Frustration and anger were common themes in cattle country in the weeks after a fire at Tyson’s Finney County, Kan., packing facility. Much of that frustration centered around the fact that while fed cattle prices plunged lower, Choice boxed beef cutout values soared higher.
The combination of lower cash cattle prices and higher beef cutout values produced a windfall for beef packers — their estimated profit margins were $191 per head the week before the fire but jumped to $450 per head by early September. Coupled with feedyard losses estimated at $203 per head, the spread between feedyard and packer margins reached a whopping $618 per the second week in September.

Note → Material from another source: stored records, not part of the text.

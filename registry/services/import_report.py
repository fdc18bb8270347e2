"""What an import reports: the refusal with its row errors, the summary, the file's format.

Shared by the marks import (``registry.services.imports``) and the occupations import.
"""

from __future__ import annotations

from dataclasses import asdict, dataclass, field
from pathlib import PurePath
from typing import Any

from django.core.exceptions import ValidationError

from registry.errors import InvalidInput, RegistryError
from registry.io.common import MarkRecord, RowError

FORMATS = ("csv", "geojson")
#: Most row errors a refusal carries in its message details and shows on a page; the full list is
#: kept for download (``registry.services.import_runs``).
ERRORS_SHOWN = 200
_EXTENSIONS = {".csv": "csv", ".geojson": "geojson", ".json": "geojson"}


class ImportRejected(InvalidInput):
    """The file has bad rows; nothing was changed. ``errors`` lists every one."""

    code = "import_rejected"

    def __init__(self, errors: list[RowError], *, filename: str = ""):
        errors = sorted(errors, key=lambda e: e.index)
        rows = len({e.where for e in errors})
        name = f" {filename}" if filename else ""
        super().__init__(
            f"The import of{name} was refused: {len(errors):,} problem(s) in {rows:,} row(s). Nothing was changed.",
            details={
                "errors": [e.as_dict() for e in errors[:ERRORS_SHOWN]],
                "error_count": len(errors),
                "errors_shown": min(len(errors), ERRORS_SHOWN),
            },
        )
        #: Every problem, in file order (``details`` carries the first :data:`ERRORS_SHOWN`).
        self.errors = errors
        self.rows = rows

    @property
    def shown(self) -> list[RowError]:
        return self.errors[:ERRORS_SHOWN]


@dataclass
class ImportSummary:
    filename: str
    format: str
    sha256: str
    rows: int
    created: list[str] = field(default_factory=list)
    updated: list[str] = field(default_factory=list)
    unchanged: list[str] = field(default_factory=list)
    positions_published: int = 0
    dry_run: bool = False
    overwrite: bool = False
    #: Codes of existing marks whose rows carried no version and were applied with ``overwrite``.
    unversioned: list[str] = field(default_factory=list)

    def as_dict(self) -> dict[str, Any]:
        return asdict(self)


def detect_format(filename: str, fmt: str | None = None) -> str:
    """``csv`` or ``geojson`` from an explicit choice, else from the file name's extension."""
    if fmt:
        fmt = fmt.strip().lower()
        if fmt not in FORMATS:
            raise ValidationError(
                "Unknown format %(value)r; use csv or geojson.", code="unknown_format", params={"value": fmt}
            )
        return fmt
    suffix = PurePath(filename or "").suffix.lower()
    if suffix in _EXTENSIONS:
        return _EXTENSIONS[suffix]
    raise ValidationError(
        "Cannot tell the format from the file name %(name)r; name it .csv or .geojson, or give the format.",
        code="unknown_format",
        params={"name": filename},
    )


def service_errors(exc: Exception, record: MarkRecord) -> list[RowError]:
    """Row errors from what a service raised."""
    out = []
    if isinstance(exc, ValidationError):
        items = exc.error_dict.items() if hasattr(exc, "error_dict") else [("", exc.error_list)]
        for name, errors in items:
            for err in errors:
                out.append(
                    RowError(
                        record.where,
                        record.index,
                        err.code or "invalid",
                        " ".join(err.messages),
                        "" if name == "__all__" else name,
                        record.code,
                    )
                )
    elif isinstance(exc, RegistryError):
        out.append(RowError(record.where, record.index, exc.code, exc.message, "", record.code))
    else:  # a database constraint
        out.append(RowError(record.where, record.index, "database_refused", str(exc).strip(), "", record.code))
    return out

That shocking profit spread fueled the anger and deepening rift between packers and feeders. At a cattlemen’s rally in Omaha Oct. 2, organized by groups who are seeking government intervention to “restore fair cattle markets,” speakers noted producers should be rightly outraged at packers’ low-ball bids while “they are charging more for boxed beef going out the back door.”
Such statements were made by those who had their prices right, but their facts wrong. That’s because boxed beef prices are reported daily by USDA’s Agricultural Marketing Service, widely disseminated by media and market services, yet sometimes wildly misunderstood by many cattlemen.
“Markets typically provide strong price responses to a shock such as the Tyson fire in order to initiate actions that repair the market disruption,” says Derrell Peel, livestock marketing specialist at Oklahoma State University.
In other words, we should expect market volatility after such an event that causes uncertainty. Yet, it’s important to understand what spurred beef cutout prices in the fire’s aftermath.